# Tecumseh 8 HP broke connecting rod



## Rpeters123 (Oct 19, 2005)

My Lawn boy Snowblower 1986 vintage 8 HP tec snowking engine went bang. Did not punch hole in block but pull cord no piston movement. How much time and material ballpark estimate to install new rod? Engine had plenty of oil but over reved I suspect. Do I spend time money fixing or just look for another engine in NH? Thanks guys.


----------



## rake60 (Oct 13, 2005)

A connecting rod should be around $30 and would take about 1-1/2 hours to replace.
If the piston is damaged you'd have another $50 in a piston assembly.

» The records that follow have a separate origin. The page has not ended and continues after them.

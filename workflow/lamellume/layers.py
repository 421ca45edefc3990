"""Layer-resolved band-gap character, direct/indirect crossover and emission.

Pure numpy; no file I/O. Every function is vectorized over all valleys of all
compounds at once.

Data layout
-----------
layers : (n_layers,) int
    Layer counts, conventionally ``[1, 2, ..., N_max, BULK]``. ``BULK = 0`` is the
    sentinel for the bulk crystal (N -> infinity). Counts must be unique and
    non-negative; the order of the columns is free (functions that scan in
    thickness order sort internally: 1, 2, ..., N_max, then bulk).
owner : (n_valleys,) int
    Compound index 0..n_compounds-1 of each valley, sorted ascending (valleys of
    one compound contiguous). A compound may own no valley at all.
label_code : (n_valleys,) int
    Brillouin-zone point of the valley; two valleys of the same compound share a
    code iff they sit at the same point. Codes must be non-negative.
is_conduction : (n_valleys,) bool
    True for a conduction-band valley (minimum), False for a valence-band valley
    (maximum).
edge_ev : (n_valleys, n_layers) float
    Band-edge energy in eV; NaN where no value is available for that layer count.

Encodings (integer sentinels)
-----------------------------
``BULK = 0``           layer-count code of the bulk crystal (also used by
                       :func:`layer_crossover` for "switches only in bulk").
``NO_SWITCH = -1``     the band-gap character never changes (1..N_max and bulk).
``UNDETERMINED = -2``  the character could not be decided (missing valence or
                       conduction data before a decision was reached).
``NO_LABEL = -1``      label code reported where no extremum exists.

These codes stay inside the library: the tables carry the crossover as layer
counts that are empty where none exists and a state from a fixed list of words
(:func:`lamellume.screen.thinning_columns`, :data:`lamellume.tables.THINNING_STATES`).
"""

from __future__ import annotations

from typing import NamedTuple, Sequence

import numpy as np

from lamellume.units import HC_EV_NM

__all__ = [
    "BULK",
    "NO_SWITCH",
    "UNDETERMINED",
    "NO_LABEL",
    "DEGENERACY_TOL_EV",
    "EXPONENT_BOUNDS",
    "OUTSIDE_BAND",
    "EdgeFill",
    "GapCharacter",
    "Crossover",
    "Segments",
    "segments",
    "segment_reduce",
    "segment_argmin",
    "chain_confinement",
    "fill_edges",
    "gap_character",
    "layer_crossover",
    "optical_gap_ev",
    "optical_gap_of_exciton_ev",
    "emission_wavelength_nm",
    "spectral_band",
]

#: Layer-count sentinel for the bulk crystal (N -> infinity).
BULK: int = 0
#: ``character_switch_layers`` when the character never changes.
NO_SWITCH: int = -1
#: Crossover fields when the character cannot be decided from the data.
UNDETERMINED: int = -2
#: Label code reported where no valley attains an extremum.
NO_LABEL: int = -1
#: Energies closer than this (eV) are degenerate. A direct gap within this of the
#: lowest indirect gap counts as direct; degenerate extrema report the smallest
#: label code (or the direct label when the gap is direct).
DEGENERACY_TOL_EV: float = 1e-9
#: Bounds (inclusive) of the confinement exponent p when it is fitted.
EXPONENT_BOUNDS: tuple[float, float] = (0.25, 4.0)
#: Name returned by :func:`spectral_band` for wavelengths in no band.
OUTSIDE_BAND: str = "outside"

_EXPONENT_GRID = 49  # coarse log-spaced grid points over EXPONENT_BOUNDS
_GOLDEN_ITERATIONS = 45  # bracket (2 grid steps in log p) shrinks by 0.618**45 ~ 4e-10


# --------------------------------------------------------------------------- #
# 1. Confinement model
# --------------------------------------------------------------------------- #
def _check_layers(layers) -> np.ndarray:
    layers = np.asarray(layers)
    if layers.ndim != 1 or layers.size == 0:
        raise ValueError("layers must be a non-empty 1-D array of layer counts")
    if not np.issubdtype(layers.dtype, np.integer):
        if not np.all(np.equal(np.mod(layers, 1), 0)):
            raise ValueError("layers must be integers (0 = BULK)")
        layers = layers.astype(np.int64)
    if np.any(layers < 0):
        raise ValueError("layer counts must be >= 1, or BULK (0)")
    if np.unique(layers).size != layers.size:
        raise ValueError("layer counts must be unique")
    return layers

I'd check it out carefully for any damage to the block before ordering any parts. If there's aluminum smeared on the crankshaft journal it wasn't getting enough oil. If the journal is discolored it's been hot. Mic it to be sure it's not out of round.


----------



## Cser (Oct 26, 2006)

Sometimes a short block would be the cheaper way


----------



## 30yearTech (Sep 14, 2006)

It's hard to say without a tear down and inspection, but the engine is 20 years old so I would seriously consider a new replacement engine if the rest of the unit looks good. You might want to check out parts availability on the rest of the unit, if parts are scarce for it, then it might be best to replace the entire unit.


----------